Like ^ there.. ask about the X-force.. and as for hoyt... ask to see the Line-up... Some bows are great and some bows arent. Just go experience for yourself.

just my $.02


----------



## PSE CRAZY (Feb 3, 2008)

kaibab-hunter74 said:


> As far as compound bows go........... you couldnt go wrong with the PSE X- Force! one of the top five fastes bows on the market, nearly vibration free, quiet and has a great over all feeling to it. ( BEST BOW OF 2007 ) i shoot one, and absolutly love it.
> 
> look it up........... on www.pse-archery.com or on any mager hunting website, and you will come to find that it is one of the best bows ever made, if not the best bow ever made.
> 
> ...


I also shoot an x-force and love it!.
but if your not wanting to spen 600-840 for a bare bow take a look at the Rouge-X the bow is $499 brand new and is amazing to shoot here is the web link for the bow http://www.pse-archery.com/prod.php?k=55445&u=0822MF

i think that this would be the best bow for your buck, as i said before this bow is great to shoot and still well over 300fps.:darkbeer:


----------



## Elite13 (Mar 11, 2007)

Check out elitearchery they make very fast, smooth and vibration free bows depending on your draw lenght. Look at the synergey or the GTO


----------



## kegan (Aug 28, 2006)

If you are just in it for enjoyment, and have no intentions of immediately bieng able to smack the bull's eye, then try making a bow and arrows.
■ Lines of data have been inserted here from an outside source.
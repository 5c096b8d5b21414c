// diagnostics the workbench shows live: per-layer figures and the lumped-body check
import type { Layer, LayerExtraFigures, LumpedFigures } from './types.ts';

/** Bi below this counts as lumped (common practice) */
export const LUMPED_BIOT_LIMIT = 0.1;

/** mean film coefficient h̄ = (1/R_se + 1/R_si)/2, W/m²K; Infinity when a surface is prescribed */
export function meanFilmCoefficient(rse: number, rsi: number): number {
  return (1 / rse + 1 / rsi) / 2;
}

/**
 * per layer: resistance d/λ, diffusivity λ/(ρc), areal heat capacity ρcd, penetration depth sqrt(a·P/π),
 * Fourier number a·P/d² for one period P, and a layer Biot number h̄·(d/2)/λ with its lumped flag
 */
export function layerFigures(layers: readonly Layer[], rse: number, rsi: number, period: number): LayerExtraFigures[] {
  const h = meanFilmCoefficient(rse, rsi);
  return layers.map((l) => {
    const diffusivity = l.conductivity / (l.density * l.specificHeat);
    const biot = (h * l.thickness) / (2 * l.conductivity);
    return {
      name: l.name,
      resistance: l.thickness / l.conductivity,
      diffusivity,
      arealHeatCapacity: l.density * l.specificHeat * l.thickness,
      penetrationDepth: Math.sqrt((diffusivity * period) / Math.PI),
      fourier: (diffusivity * period) / (l.thickness * l.thickness),
      biot,
      lumped: biot < LUMPED_BIOT_LIMIT,
    };
  });
}

/**
 * the assembly as one body between the two air temperatures: Lc = total thickness / 2 (two faces exposed),
 * Bi = h̄·Lc/k_eff with k_eff = total thickness / Σ d/λ, valid when Bi < 0.1, τ = Σρcd / (1/R_se + 1/R_si).
 * a prescribed surface (R = 0) makes h̄ infinite: Bi = Infinity, τ = 0, not valid.
 */
export function lumpedFigures(layers: readonly Layer[], rse: number, rsi: number): LumpedFigures {
  let thickness = 0;
  let resistance = 0;
  let capacity = 0;
  for (const l of layers) {
    thickness += l.thickness;
    resistance += l.thickness / l.conductivity;
    capacity += l.density * l.specificHeat * l.thickness;
  }
  const characteristicLength = thickness / 2;
  const h = meanFilmCoefficient(rse, rsi);
  const kEff = thickness / resistance;
  const biot = (h * characteristicLength) / kEff;
  const hSum = 1 / rse + 1 / rsi;
  return {
    characteristicLength,
    biot,
    valid: biot < LUMPED_BIOT_LIMIT,
    timeConstant: Number.isFinite(hSum) ? capacity / hSum : 0,
  };
}
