// teams, members and roles. the last admin of a team can neither leave nor be demoted.
import { and, count, eq, like, or, sql } from 'drizzle-orm';
import { db } from '../db';
import { memberships, teams, users, type Role } from '../db/schema';
import { audit } from '../audit';
import { teamBody, type ListQuery } from '../../schemas/api';
import type { MemberRow } from '../../schemas/rows';
import { likePattern, offsetOf, orderFor, pageOf, type Page } from './list';

export type Fail = { ok: false; status: number; code: string; message: string };
export const fail = (status: number, code: string, message: string): Fail => ({ ok: false, status, code, message });

export async function createTeam(userId: string, name: string, ip = ''): Promise<{ id: number; name: string }> {
  const [team] = await db.insert(teams).values({ name }).$returningId();
  await db.insert(memberships).values({ teamId: team.id, userId, role: 'admin' });
  await audit({ action: 'team_created', teamId: team.id, actorId: userId, target: name, ip });
  return { id: team.id, name };
}

/**
 * The "start a team" form (field teamName) of the Jobs and Team pages: the new team,
 * or the name as typed with the message for its field.
 */
export async function createTeamFromForm(userId: string, form: FormData, ip = ''): Promise<{ ok: true; teamId: number } | { ok: false; name: string; error: string }> {
  const name = String(form.get('teamName') ?? '');
  const parsed = teamBody.safeParse({ name });
  if (!parsed.success) return { ok: false, name, error: parsed.error.issues[0]?.message ?? 'Team name is not valid' };
  const team = await createTeam(userId, parsed.data.name, ip);
  return { ok: true, teamId: team.id };
}

export async function listMembers(teamId: number, q: ListQuery): Promise<Page<MemberRow>> {
  const where = and(
    eq(memberships.teamId, teamId),
    q.q ? or(like(users.name, likePattern(q.q)), like(users.email, likePattern(q.q)), like(memberships.role, likePattern(q.q))) : undefined,
  );
  const items = await db
    .select({ userId: users.id, name: users.name, email: users.email, role: memberships.role, joinedAt: memberships.createdAt })
    .from(memberships)
    .innerJoin(users, eq(users.id, memberships.userId))
    .where(where)
    .orderBy(...orderFor(q.sort, { name: users.name, email: users.email, role: memberships.role, joinedAt: memberships.createdAt }))
    .limit(q.pageSize)
    .offset(offsetOf(q));
  const [{ n }] = await db.select({ n: count() }).from(memberships).innerJoin(users, eq(users.id, memberships.userId)).where(where);
  return pageOf(items, q, n);
}

type Exec = Pick<typeof db, 'select'>;

async function adminCount(ex: Exec, teamId: number): Promise<number> {
  const [{ n }] = await ex
    .select({ n: count() })
    .from(memberships)
    .where(and(eq(memberships.teamId, teamId), eq(memberships.role, 'admin')));
  return n;
}

async function roleOf(ex: Exec, teamId: number, userId: string): Promise<Role | null> {
  const rows = await ex
    .select({ role: memberships.role })
    .from(memberships)
    .where(and(eq(memberships.teamId, teamId), eq(memberships.userId, userId)))
    .limit(1);
  return rows[0]?.role ?? null;
}

export async function changeRole(teamId: number, actorId: string, userId: string, role: Role, ip = ''): Promise<{ ok: true; from: Role } | Fail> {
  return db.transaction(async (tx) => {
    // lock the team's admin rows so two demotions at once cannot leave it without one
    await tx.execute(sql`select user_id from memberships where team_id = ${teamId} for update`);
    const from = await roleOf(tx, teamId, userId);
    if (!from) return fail(404, 'not_found', 'That person is not a member of this team.');
    if (from === role) return { ok: true as const, from };
    if (from === 'admin' && (await adminCount(tx, teamId)) <= 1) {
      return fail(409, 'last_admin', 'This is the team’s only admin. Make another member admin first, then change this role.');
    }
    await tx.update(memberships).set({ role }).where(and(eq(memberships.teamId, teamId), eq(memberships.userId, userId)));
    await audit({ action: 'role_changed', teamId, actorId, target: userId, detail: { from, to: role }, ip }, tx);
    return { ok: true as const, from };
  });
}

/** remove a member (an admin) or leave (the member themself) */
export async function removeMember(teamId: number, actorId: string, userId: string, ip = ''): Promise<{ ok: true } | Fail> {
  return db.transaction(async (tx) => {
    await tx.execute(sql`select user_id from memberships where team_id = ${teamId} for update`);
    const from = await roleOf(tx, teamId, userId);
    if (!from) return fail(404, 'not_found', 'That person is not a member of this team.');
    if (from === 'admin' && (await adminCount(tx, teamId)) <= 1) {
      return fail(
        409,
        'last_admin',
        actorId === userId
          ? 'You are the team’s only admin and cannot leave. Make another member admin first.'
          : 'This is the team’s only admin and cannot be removed. Make another member admin first.',
      );
    }
    await tx.delete(memberships).where(and(eq(memberships.teamId, teamId), eq(memberships.userId, userId)));
    await audit({ action: actorId === userId ? 'member_left' : 'member_removed', teamId, actorId, target: userId, detail: { role: from }, ip }, tx);
    return { ok: true as const };
  });
}
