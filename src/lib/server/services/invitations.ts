// invitations by e-mail: a link with a 7-day token (only its hash kept) that a new or
// existing person accepts; accepting with a new account proves the address.
import { and, count, desc, eq, gt, isNull, like, ne } from 'drizzle-orm';
import { PUBLIC_BASE_URL } from 'astro:env/server';
import { db } from '../db';
import { invitations, memberships, teams, users, type Role } from '../db/schema';
import { audit } from '../audit';
import { deliverNow, queueMail } from '../mail';
import { hashToken, tokenPair, DAY_MS } from '../tokens';
import type { ListQuery } from '../../schemas/api';
import type { InvitationRow, InvitationStatus } from '../../schemas/rows';
import { likePattern, offsetOf, orderFor, pageOf, type Page } from './list';
import { fail, type Fail } from './teams';

export const INVITATION_LIFETIME_MS = 7 * DAY_MS;

export async function invite(teamId: number, actor: { id: string; name: string }, email: string, role: Role, ip = ''): Promise<{ ok: true; id: number } | Fail> {
  const already = await db
    .select({ userId: users.id })
    .from(users)
    .innerJoin(memberships, and(eq(memberships.userId, users.id), eq(memberships.teamId, teamId)))
    .where(eq(users.email, email))
    .limit(1);
  if (already[0]) return fail(409, 'already_member', `${email} is already a member of this team.`);
  const team = (await db.select({ name: teams.name }).from(teams).where(eq(teams.id, teamId)).limit(1))[0];
  const { token, hash } = tokenPair();
  const expiresAt = new Date(Date.now() + INVITATION_LIFETIME_MS);
  const [row] = await db.insert(invitations).values({ teamId, email, role, tokenHash: hash, invitedBy: actor.id, expiresAt }).$returningId();
  const url = `${PUBLIC_BASE_URL}/invite/${token}`;
  // queued, then sent at once: the admin learns now whether it went out
  const mailId = await queueMail(
    {
      to: email,
      subject: `${actor.name} invited you to ${team?.name ?? 'a team'} on Wallpulse`,
      purpose: 'invite',
      text: `Hello,\n\n${actor.name} invited you to join ${team?.name ?? 'their team'} on Wallpulse as ${role === 'admin' ? 'an admin' : `a ${role}`}.\n\nOpen the link below to accept. It expires in 7 days.\n\n${url}\n\nIf you did not expect this, ignore this message.\n`,
    },
    { forDeliverNow: true },
  );
  if (!(await deliverNow(mailId))) {
    // an invitation nobody received must not stay open
    await db.update(invitations).set({ revokedAt: new Date() }).where(eq(invitations.id, row.id));
    return fail(503, 'mail_failed', `The invitation to ${email} could not be sent: the mail server did not answer. Try again in a minute.`);
  }
  // a new invitation replaces any open one to the same address, once it has gone out: when the
  // mail fails, an earlier invitation the person did receive stays usable
  await db
    .update(invitations)
    .set({ revokedAt: new Date() })
    .where(
      and(eq(invitations.teamId, teamId), eq(invitations.email, email), ne(invitations.id, row.id), isNull(invitations.acceptedAt), isNull(invitations.revokedAt)),
    );
  await audit({ action: 'invitation_sent', teamId, actorId: actor.id, target: email, detail: { role, invitationId: row.id }, ip });
  return { ok: true, id: row.id };
}

function statusOf(r: { acceptedAt: Date | null; revokedAt: Date | null; expiresAt: Date }): InvitationStatus {
  if (r.acceptedAt) return 'accepted';
  if (r.revokedAt) return 'revoked';
  if (r.expiresAt.getTime() <= Date.now()) return 'expired';
  return 'open';
}

export async function listInvitations(teamId: number, q: ListQuery): Promise<Page<InvitationRow>> {
  const where = and(eq(invitations.teamId, teamId), q.q ? like(invitations.email, likePattern(q.q)) : undefined);
  const rows = await db
    .select({
      id: invitations.id,
      email: invitations.email,
      role: invitations.role,
      invitedByName: users.name,
      createdAt: invitations.createdAt,
      expiresAt: invitations.expiresAt,
      acceptedAt: invitations.acceptedAt,
      revokedAt: invitations.revokedAt,
    })
    .from(invitations)
    .leftJoin(users, eq(users.id, invitations.invitedBy))
    .where(where)
    .orderBy(...orderFor(q.sort, { createdAt: invitations.createdAt, email: invitations.email, role: invitations.role, expiresAt: invitations.expiresAt }), desc(invitations.id))
    .limit(q.pageSize)
    .offset(offsetOf(q));
  const [{ n }] = await db.select({ n: count() }).from(invitations).where(where);
  return pageOf(rows.map((r) => ({ ...r, status: statusOf(r) })), q, n);
}

export async function revokeInvitation(invitationId: number, actorId: string, ip = ''): Promise<{ ok: true } | Fail> {
  const row = (await db.select().from(invitations).where(eq(invitations.id, invitationId)).limit(1))[0];
  if (!row) return fail(404, 'not_found', 'Not found.');
  if (statusOf(row) !== 'open') return fail(409, 'not_open', `This invitation is ${statusOf(row)} and cannot be revoked.`);
  await db.update(invitations).set({ revokedAt: new Date() }).where(eq(invitations.id, invitationId));
  await audit({ action: 'invitation_revoked', teamId: row.teamId, actorId, target: row.email, detail: { invitationId }, ip });
  return { ok: true };
}

export async function teamOfInvitation(invitationId: number): Promise<number | null> {
  const rows = await db.select({ teamId: invitations.teamId }).from(invitations).where(eq(invitations.id, invitationId)).limit(1);
  return rows[0]?.teamId ?? null;
}

export interface OpenInvitation {
  id: number;
  teamId: number;
  teamName: string;
  email: string;
  role: Role;
  invitedByName: string | null;
  expiresAt: Date;
  /** an account already exists for the address */
  hasAccount: boolean;
}

/** the open invitation a token names, or why it cannot be used */
export async function invitationByToken(token: string): Promise<{ ok: true; invitation: OpenInvitation } | Fail> {
  const rows = await db
    .select({
      id: invitations.id,
      teamId: invitations.teamId,
      teamName: teams.name,
      email: invitations.email,
      role: invitations.role,
      invitedByName: users.name,
      expiresAt: invitations.expiresAt,
      acceptedAt: invitations.acceptedAt,
      revokedAt: invitations.revokedAt,
    })
    .from(invitations)
    .innerJoin(teams, eq(teams.id, invitations.teamId))
    .leftJoin(users, eq(users.id, invitations.invitedBy))
    .where(eq(invitations.tokenHash, hashToken(token)))
    .limit(1);
  const row = rows[0];
  if (!row) return fail(404, 'invitation_invalid', 'This invitation link is not valid. Check that the whole link was copied, or ask for a new invitation.');
  const status = statusOf(row);
  if (status === 'accepted') return fail(410, 'invitation_used', 'This invitation was accepted already. Sign in to reach the team.');
  if (status === 'revoked') return fail(410, 'invitation_revoked', 'This invitation was withdrawn by the team. Ask its admin for a new one.');
  if (status === 'expired') return fail(410, 'invitation_expired', 'This invitation has expired (invitations last 7 days). Ask the team’s admin for a new one.');
  const account = await db.select({ id: users.id }).from(users).where(eq(users.email, row.email)).limit(1);
  const { acceptedAt: _a, revokedAt: _r, ...invitation } = row;
  return { ok: true, invitation: { ...invitation, hasAccount: Boolean(account[0]) } };
}

/** join the team as the invited role; the signed-in person's address must be the invited one */
export async function acceptInvitation(token: string, user: { id: string; email: string }, ip = ''): Promise<{ ok: true; teamId: number } | Fail> {
  const found = await invitationByToken(token);
  if (!found.ok) return found;
  const inv = found.invitation;
  if (inv.email.toLowerCase() !== user.email.toLowerCase()) {
    return fail(403, 'wrong_account', `This invitation is for ${inv.email}, but you are signed in as ${user.email}. Sign out and sign in with the invited address.`);
  }
  const [res] = await db
    .update(invitations)
    .set({ acceptedAt: new Date() })
    .where(and(eq(invitations.id, inv.id), isNull(invitations.acceptedAt), isNull(invitations.revokedAt), gt(invitations.expiresAt, new Date())));
  if ((res as { affectedRows?: number }).affectedRows !== 1) return fail(410, 'invitation_used', 'This invitation was accepted already.');
  const member = await db
    .select({ role: memberships.role })
    .from(memberships)
    .where(and(eq(memberships.teamId, inv.teamId), eq(memberships.userId, user.id)))
    .limit(1);
  if (!member[0]) await db.insert(memberships).values({ teamId: inv.teamId, userId: user.id, role: inv.role });
  // the link proved the mailbox
  await db.update(users).set({ emailVerifiedAt: new Date() }).where(and(eq(users.id, user.id), isNull(users.emailVerifiedAt)));
  await audit({ action: 'invitation_accepted', teamId: inv.teamId, actorId: user.id, target: inv.email, detail: { role: inv.role, invitationId: inv.id }, ip });
  return { ok: true, teamId: inv.teamId };
}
You can get a red oak board from Home Depot or Lowes for less than $10, and it will make you a fine longbow- perfect for hunting. Instructions are on page 12 of the "Selfbows" forum. String material (B-50 dacron) is about $10 for a spool that will make several strings (which I also show how to do), and arrows can be bought or made. With all that left over money you can buy some really nice premade arrows- and arrows are what give you accuracy.

Of course, this is provided you are doing this for the enjoyment of it. It will take several months of almost daily practice to become accurate enough with it for ehtical hunting. However, once you become accurte with it, a longbow is just as good as a compound- as far as hunting is concerned.


----------



## armyboy (Jul 10, 2007)

Miamidlp6 said:


> I am 17 years old, i've gone hunting with shotguns, rilfes, and musleloaders, never gone with a bow, a friend of my swears by it, and quiet honestly i'd like to try something new, i dont have a bow, and ideas of the starts i would need and the price range (the cost for it is not that big of a deal just need to kno wat i am looking at).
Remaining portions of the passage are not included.